Prises sur le lieu de travail ou à proximité, les pauses dans le travail correspondent à tous les moments où une employée est libre de vaquer à ses occupations sans entrave. Dans ce domaine, le Code du travail n’institue qu’une obligation : une pause obligatoire de 20 minutes après 6 heures de travail. 

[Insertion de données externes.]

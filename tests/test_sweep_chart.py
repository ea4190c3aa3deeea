"""The sweep's chart: every point drawn at its values with its outcome, by shape as well as
colour, byte-identical between runs, written only where ``--plots`` asks and linked."""

from __future__ import annotations

import json
from pathlib import Path

import pytest

pytest.importorskip("matplotlib")

from reviewer.cli import main
from reviewer.plots.sweep import OUTCOMES, outcome_of, sweep_marks, sweep_svg
from reviewer.sweep import parse_axis, run_sweep

from .test_sweep import DATA, SAMPLE

AXIS = "controller.motor_current_limit=10 A:16 A:2 A"


def test_each_outcome_has_its_own_marker_shape() -> None:
    # WCAG 2.1, success criterion 1.4.1 (use of colour): colour is not the only visual means
    shapes = [shape for shape, _, _ in OUTCOMES.values()]
    assert len(set(shapes)) == len(shapes)
    assert outcome_of("go", "") == "go"
    assert outcome_of("no-go", "stop") == "stop"
    assert outcome_of("input error", "") == "input error"
    with pytest.raises(ValueError, match="no outcome"):
        outcome_of("no-go", "severe")


def test_the_marks_are_the_points_at_their_numbers() -> None:
    axis = parse_axis(AXIS, DATA)
    points = run_sweep(DATA, [axis])
    marks = sweep_marks([axis], points)
    assert [m.numbers for m in marks] == [(10.0,), (12.0,), (14.0,), (16.0,)]
    assert [m.outcome for m in marks][1] == "go"  # 12 A: the sample as built
    assert all(m.rule == p.binding for m, p in zip(marks, points, strict=True))
    svg = sweep_svg([axis], points)
    assert svg == sweep_svg([axis], points)  # deterministic
    for rule in {p.binding for p in points if p.binding}:
        assert rule in svg  # each binding rule names its row, as text


def test_two_fields_draw_the_grid_and_a_gauge_axis_says_which_way_it_runs() -> None:
    axes = [parse_axis(AXIS, DATA), parse_axis("wires[0].gauge=16 AWG:10 AWG:2", DATA)]
    points = run_sweep(DATA, axes)
    assert len(sweep_marks(axes, points)) == 4 * 4
    assert "a larger number is a thinner wire" in sweep_svg(axes, points)


def test_plots_writes_the_chart_and_both_outputs_link_it(tmp_path: Path) -> None:
    charts = tmp_path / "charts"
    out = tmp_path / "sweep.md"
    args = ["sweep", str(SAMPLE), "--vary", AXIS, "--plots", str(charts), "-o", str(out)]
    assert main(args) == 0
    assert (charts / "sweep.svg").read_text(encoding="utf-8").lstrip().startswith("<?xml")
    assert "(charts/sweep.svg)" in out.read_text(encoding="utf-8")
    data = tmp_path / "sweep.json"
    assert main([*args[:-1], str(data), "--format", "json"]) == 0
    assert json.loads(data.read_text(encoding="utf-8"))["chart"] == "charts/sweep.svg"
    assert main(["sweep", str(SAMPLE), "--vary", AXIS, "-o", str(out)]) == 0
    assert "sweep.svg" not in out.read_text(encoding="utf-8")


def test_plots_without_matplotlib_is_a_usage_error_before_any_point(
    tmp_path: Path, monkeypatch: pytest.MonkeyPatch, capsys: pytest.CaptureFixture[str]
) -> None:
    import reviewer.plots
    import reviewer.sweep

    monkeypatch.setattr(reviewer.plots, "available", lambda: False)
    monkeypatch.setattr(reviewer.sweep, "run_sweep", lambda *a, **k: pytest.fail("swept"))
    args = ["sweep", str(SAMPLE), "--vary", AXIS, "--plots", str(tmp_path / "c")]
    assert main(args) == 2
    assert "charts need matplotlib" in capsys.readouterr().err
    assert not (tmp_path / "c").exists()


@pytest.mark.parametrize("verb", ["sweep", "review"])
def test_plots_onto_a_file_is_one_line_and_exit_2(
    verb: str, tmp_path: Path, capsys: pytest.CaptureFixture[str]
) -> None:
    taken = tmp_path / "taken"
    taken.write_text("not a folder", encoding="utf-8")
    extra = ["--vary", AXIS] if verb == "sweep" else []
    out = tmp_path / "out.md"
    assert main([verb, str(SAMPLE), *extra, "--plots", str(taken), "-o", str(out)]) == 2
    err = capsys.readouterr().err.strip().splitlines()
    assert len(err) == 1 and "a folder for the chart" in err[0] and "this is a file" in err[0]
    assert taken.read_text(encoding="utf-8") == "not a folder" and not out.exists()


def test_the_sweep_never_writes_onto_its_build(tmp_path: Path) -> None:
    build = tmp_path / "b.toml"
    build.write_bytes(SAMPLE.read_bytes())
    assert main(["sweep", str(build), "--vary", AXIS, "-o", str(build)]) == 2
    assert build.read_bytes() == SAMPLE.read_bytes()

Cette pause peut être fractionnée et prise par anticipation avec accord de l’employeur. Ainsi, une esthéticienne qui travaille de 9 heures à 16 heures peut se voir accorder deux pauses de 10 minutes (à prendre avant 15 heures) durant lesquelles elle sera libre de téléphoner, sortir fumer, boire un café, etc. En revanche, les apprenties et employées en esthétique qui sont mineures bénéficient d’un droit de pause étendu à 30 minutes qui s’applique au-delà de 4 heures consécutives de travail

Précision utile : bien qu’obligatoires, les pauses ne sont pas rémunérées et ne sont donc pas comptées dans le temps de travail. Elles décalent donc l’horaire de sortie.


Et pour le repas ?

Selon le Code du travail, le temps accordé pour déjeuner est assimilé à une simple pause. La pause déjeuner n’est donc obligatoire que si la journée de travail atteint 6 heures, avec une durée minimum de 20 minutes. Cependant, dans ce cas, la convention collective impose aux instituts que la pause déjeuner ne soit pas décomptée du temps de travail : toute pause déjeuner inférieure ou égale à 30 minutes doit être rémunérée. C’est le cas, par exemple, dans les instituts où les esthéticiennes vont déjeuner rapidement par roulement.

Mais l’employeur peut aussi imposer une coupure plus longue, parfois à heure fixe, notamment lorsque l’institut ferme à l’heure du déjeuner. Dans ce cas, la pause déjeuner, supérieure à 30 minutes, n’est pas rémunérée.